• [THE DATA]

- Opening Delimiter -

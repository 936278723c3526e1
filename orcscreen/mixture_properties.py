"""Properties of binary zeotropic mixtures at one composition, behind the pure fluid's interface.

A :class:`Mixture` is a :class:`orcscreen.properties.Fluid` for one composition of two
CoolProp fluids (HEOS backend, the mixture model of Kunz and Wagner / Lemmon with CoolProp's
fitted binary interaction parameters). It answers the engine's calls the way a pure fluid does,
with two differences that the engine reads from the data, not from the kind of fluid:

* a saturation point (:class:`orcscreen.states.SatPoint`) has a glide: ``T_K`` is the bubble
  temperature (the liquid end), ``T_dew_K`` the dew temperature (the vapour end) at its pressure;
* a mixture's saturation "temperature" — the argument of :meth:`Mixture.sat_T`, the result of
  :meth:`Mixture.T_sat_K`, hence the evaporation and condensing temperatures the layouts search —
  is the **dew** temperature at that pressure (the hot end of evaporation, where superheat starts;
  the hot end of condensation). Bubble temperatures and glides are reported beside them.

Two-phase states do not follow the lever rule: the phases' compositions change along an isobar,
so neither temperature nor enthalpy is linear in the vapour fraction. They come from a table
built once per composition and process (:class:`SaturationTable`): at pressures spaced evenly in
ln p from the dew pressure at T_LOW_K up to the highest pressure where CoolProp's flash still
converges below the mixture's critical point, CoolProp's (p, Q) flash at vapour mole fractions
0, 0.1, ..., 1 gives T, h, s, ln v and the vapour mass fraction. Between pressures each column is
a cubic spline in ln p; between vapour fractions, along one isobar, the cubic in enthalpy
(or entropy) through the four nearest fractions. A (p, h) mixture flash through CoolProp costs about 300 times a (p, Q) flash
(REFERENCES section 6), so none is made in a case. Single-phase states come from the equation of
state itself with the phase imposed (the pure fluid's Newton iteration on density and
temperature: exact, and a (rho, T) evaluation of the mixture costs about that of a pure fluid),
started from the bubble or dew state of the table.

Accuracy against CoolProp's own flash (tests/test_mixture_properties.py): bubble and dew
temperatures within TABLE_TOLERANCE_K, two-phase enthalpies within TABLE_TOLERANCE_H of the
latent heat. Sources: CoolProp documentation, "Mixtures" (inputs for mixtures: (p, Q), (T, Q),
(T, p)); Bell et al., Ind. Eng. Chem. Res. 53 (2014) 2498.
"""

from __future__ import annotations

import math
from collections import OrderedDict

import numpy as np

from . import properties
from .mixtures import mass_fraction, parse_mixture
from .properties import SAT_MEMO_ENTRIES, Fluid
from .states import PropertyError, SatPoint, State

__all__ = ["Mixture", "SaturationTable", "parse_components", "T_LOW_K", "TABLE_TOLERANCE_K", "TABLE_TOLERANCE_H"]

#: Lowest dew temperature of a mixture's table [K] (-43 °C: below any condenser the sinks give;
#: or 2 K above the warmer component's triple point).
T_LOW_K = 230.0
#: Vapour mole fractions of the table on every isobar (closer at the ends, where the glide's
#: temperature bends most).
TABLE_VAPOUR_FRACTIONS = np.array([0.0, 0.02, 0.05, 0.1, 0.2, 0.3, 0.4, 0.5, 0.6, 0.7, 0.8, 0.9, 0.95, 0.98, 1.0])
#: The table's pressures: LOW_PRESSURES evenly in ln p up to SPLIT_REDUCED_PRESSURE times the
#: critical pressure, then HIGH_PRESSURES evenly in p up to TOP_REDUCED_PRESSURE (the properties
#: change fastest near the critical point); the table stops at the last pressure where every
#: flash converges and the bubble and dew temperatures still rise.
LOW_PRESSURES = 30
HIGH_PRESSURES = 20
SPLIT_REDUCED_PRESSURE = 0.6
TOP_REDUCED_PRESSURE = 0.99


def table_pressures(p_lo_Pa: float, p_crit_Pa: float) -> np.ndarray:
    """The pressures [Pa] of a mixture's table (see LOW_PRESSURES)."""
    p_split = max(SPLIT_REDUCED_PRESSURE * p_crit_Pa, 2.0 * p_lo_Pa)
    low = np.exp(np.linspace(math.log(p_lo_Pa), math.log(p_split), LOW_PRESSURES))
    high = np.linspace(p_split, max(TOP_REDUCED_PRESSURE * p_crit_Pa, 1.01 * p_split), HIGH_PRESSURES + 1)[1:]
    return np.concatenate([low, high])
#: Stated accuracy of the table against CoolProp's direct (p, Q) flash (tested): bubble, dew and
#: two-phase temperatures [K], and enthalpy as a fraction of the latent heat at that pressure.
TABLE_TOLERANCE_K = 0.01
TABLE_TOLERANCE_H = 1e-4

def parse_components(name: str) -> tuple[str, str, float]:
    """(first, second, first's mole fraction) of a mixture name with its composition
    (:func:`orcscreen.mixtures.parse_mixture`; 0 and 1 allowed: a pure component); ValueError
    for any other form."""
    a, b, x = parse_mixture(name, pure_ends=True)
    if x is None:
        raise ValueError(f"{name!r} is not a binary mixture with its composition (expected 'A[x]&B[1-x]')")
    return a, b, x


def _cubic_weights(xs: np.ndarray, x: float) -> tuple[tuple[float, float, float, float], int]:
    """Lagrange weights of the cubic through the four nodes of xs (increasing) around x, and the
    first node's index (the interval's neighbours; the first or last four at the ends)."""
    k = int(np.searchsorted(xs, x)) - 2
    k = min(max(k, 0), len(xs) - 4)
    x0, x1, x2, x3 = (float(v) for v in xs[k:k + 4])
    d0, d1, d2, d3 = x - x0, x - x1, x - x2, x - x3
    return ((d1 * d2 * d3) / ((x0 - x1) * (x0 - x2) * (x0 - x3)),
            (d0 * d2 * d3) / ((x1 - x0) * (x1 - x2) * (x1 - x3)),
            (d0 * d1 * d3) / ((x2 - x0) * (x2 - x1) * (x2 - x3)),
            (d0 * d1 * d2) / ((x3 - x0) * (x3 - x1) * (x3 - x2))), k


class SaturationTable:
    """Bubble-to-dew states of one mixture on a grid of pressures (module docstring).

    columns(p) returns, at pressure p_Pa [Pa], arrays over the vapour mole fractions of the
    table: T [K], h [J/kg], s [J/(kg K)], v [m3/kg], q (vapour mass fraction [-]).
    """

    def __init__(self, AS, cp, M_components: tuple[float, float], p_lo_Pa: float, p_crit_Pa: float):
        from scipy.interpolate import CubicSpline

        rows, lnp = [], []
        M_mix = AS.molar_mass()
        ends: dict[int, object] = {}  # the bubble and dew solutions of the last pressure

        def row_at(p: float) -> list[tuple]:
            row = [self._node(AS, cp, p, float(q), M_mix, M_components, ends, j)
                   for j, q in enumerate(TABLE_VAPOUR_FRACTIONS)]
            if rows and not (row[0][0] > rows[-1][0][0] and row[-1][0] > rows[-1][-1][0]):
                raise ValueError("a flash jumped to another branch near the critical point")
            return row

        for p in table_pressures(p_lo_Pa, p_crit_Pa):
            p = float(p)
            for _ in range(4):  # on a failure, halve the step towards p (at most 3 times)
                try:
                    rows.append(row_at(p))
                    lnp.append(math.log(p))
                    break
                except ValueError:
                    if not rows:
                        break
                    p = 0.5 * (p + math.exp(lnp[-1]))
            else:
                break
            if not lnp or lnp[-1] != math.log(p):
                break  # the flash fails next to the critical point: the table ends below
        if len(rows) < 8:
            raise PropertyError(f"{AS.name()}: the mixture's saturation table has only {len(rows)} pressures")
        data = np.array(rows)  # (pressures, fractions, 5)
        self.lnp = np.array(lnp)
        self.p_min_Pa = float(math.exp(lnp[0]))
        self.p_max_Pa = float(math.exp(lnp[-1]))
        self.nq = nq = len(TABLE_VAPOUR_FRACTIONS)
        # columns: T (nq), h (nq), s (nq), ln v (nq), q_mass (nq)
        self._spline = CubicSpline(self.lnp, data.transpose(0, 2, 1).reshape(len(rows), 5 * nq))
        self._dew_T = CubicSpline(self.lnp, data[:, -1, 0])
        self._dew_dT = self._dew_T.derivative()
        self._nodes_T_dew = data[:, -1, 0]

    @staticmethod
    def _node(AS, cp, p: float, q: float, M_mix: float, M: tuple[float, float], ends: dict, j: int) -> tuple:
        """(T, h, s, -ln rho, vapour mass fraction) at (p, Q = q) by CoolProp's flash; the bubble
        and dew points start from the previous pressure's solution (CoolProp's guesses
        structure, which it takes for Q = 0 and 1 only): it follows the curves closer to the
        critical point than a flash without guesses."""
        g = ends.get(j) if q in (0.0, 1.0) else None
        try:
            if g is None:
                raise ValueError
            AS.update_with_guesses(cp.PQ_INPUTS, p, q, g)
        except ValueError:
            AS.update(cp.PQ_INPUTS, p, q)
        y = list(AS.mole_fractions_vapor())
        if q in (0.0, 1.0):
            g = cp.PyGuessesStructure()
            g.T, g.x, g.y = AS.T(), list(AS.mole_fractions_liquid()), y
            g.rhomolar_liq = AS.saturated_liquid_keyed_output(cp.iDmolar)
            g.rhomolar_vap = AS.saturated_vapor_keyed_output(cp.iDmolar)
            ends[j] = g
        M_v = y[0] * M[0] + y[1] * M[1]
        return AS.T(), AS.hmass(), AS.smass(), -math.log(AS.rhomass()), min(max(q * M_v / M_mix, 0.0), 1.0)

    def columns(self, p_Pa: float) -> tuple[np.ndarray, ...]:
        y = self._spline(math.log(p_Pa))
        n = self.nq
        return y[:n], y[n:2 * n], y[2 * n:3 * n], np.exp(y[3 * n:4 * n]), y[4 * n:]

    def T_dew_K(self, p_Pa: float) -> float:
        return float(self._dew_T(math.log(p_Pa)))

    @property
    def T_dew_min_K(self) -> float:
        return float(self._nodes_T_dew[0])

    @property
    def T_dew_max_K(self) -> float:
        return float(self._nodes_T_dew[-1])

    def p_at_dew_Pa(self, T_K: float) -> float:
        """Pressure [Pa] whose dew temperature on the table's spline is T_K [K] (Newton from the
        nodes' interpolation; the spline is monotonic there), to 1e-12 K."""
        x = float(np.interp(T_K, self._nodes_T_dew, self.lnp))
        for _ in range(30):
            r = float(self._dew_T(x)) - T_K
            if abs(r) < 1e-12 * T_K:
                break
            x -= r / float(self._dew_dT(x))
            x = min(max(x, self.lnp[0]), self.lnp[-1])
        return math.exp(x)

- Closing Delimiter -

• [PROBLEM DETAILS] From the data above, count the lines that contain "about" and write only that count.

• [TASK SOLUTION] 2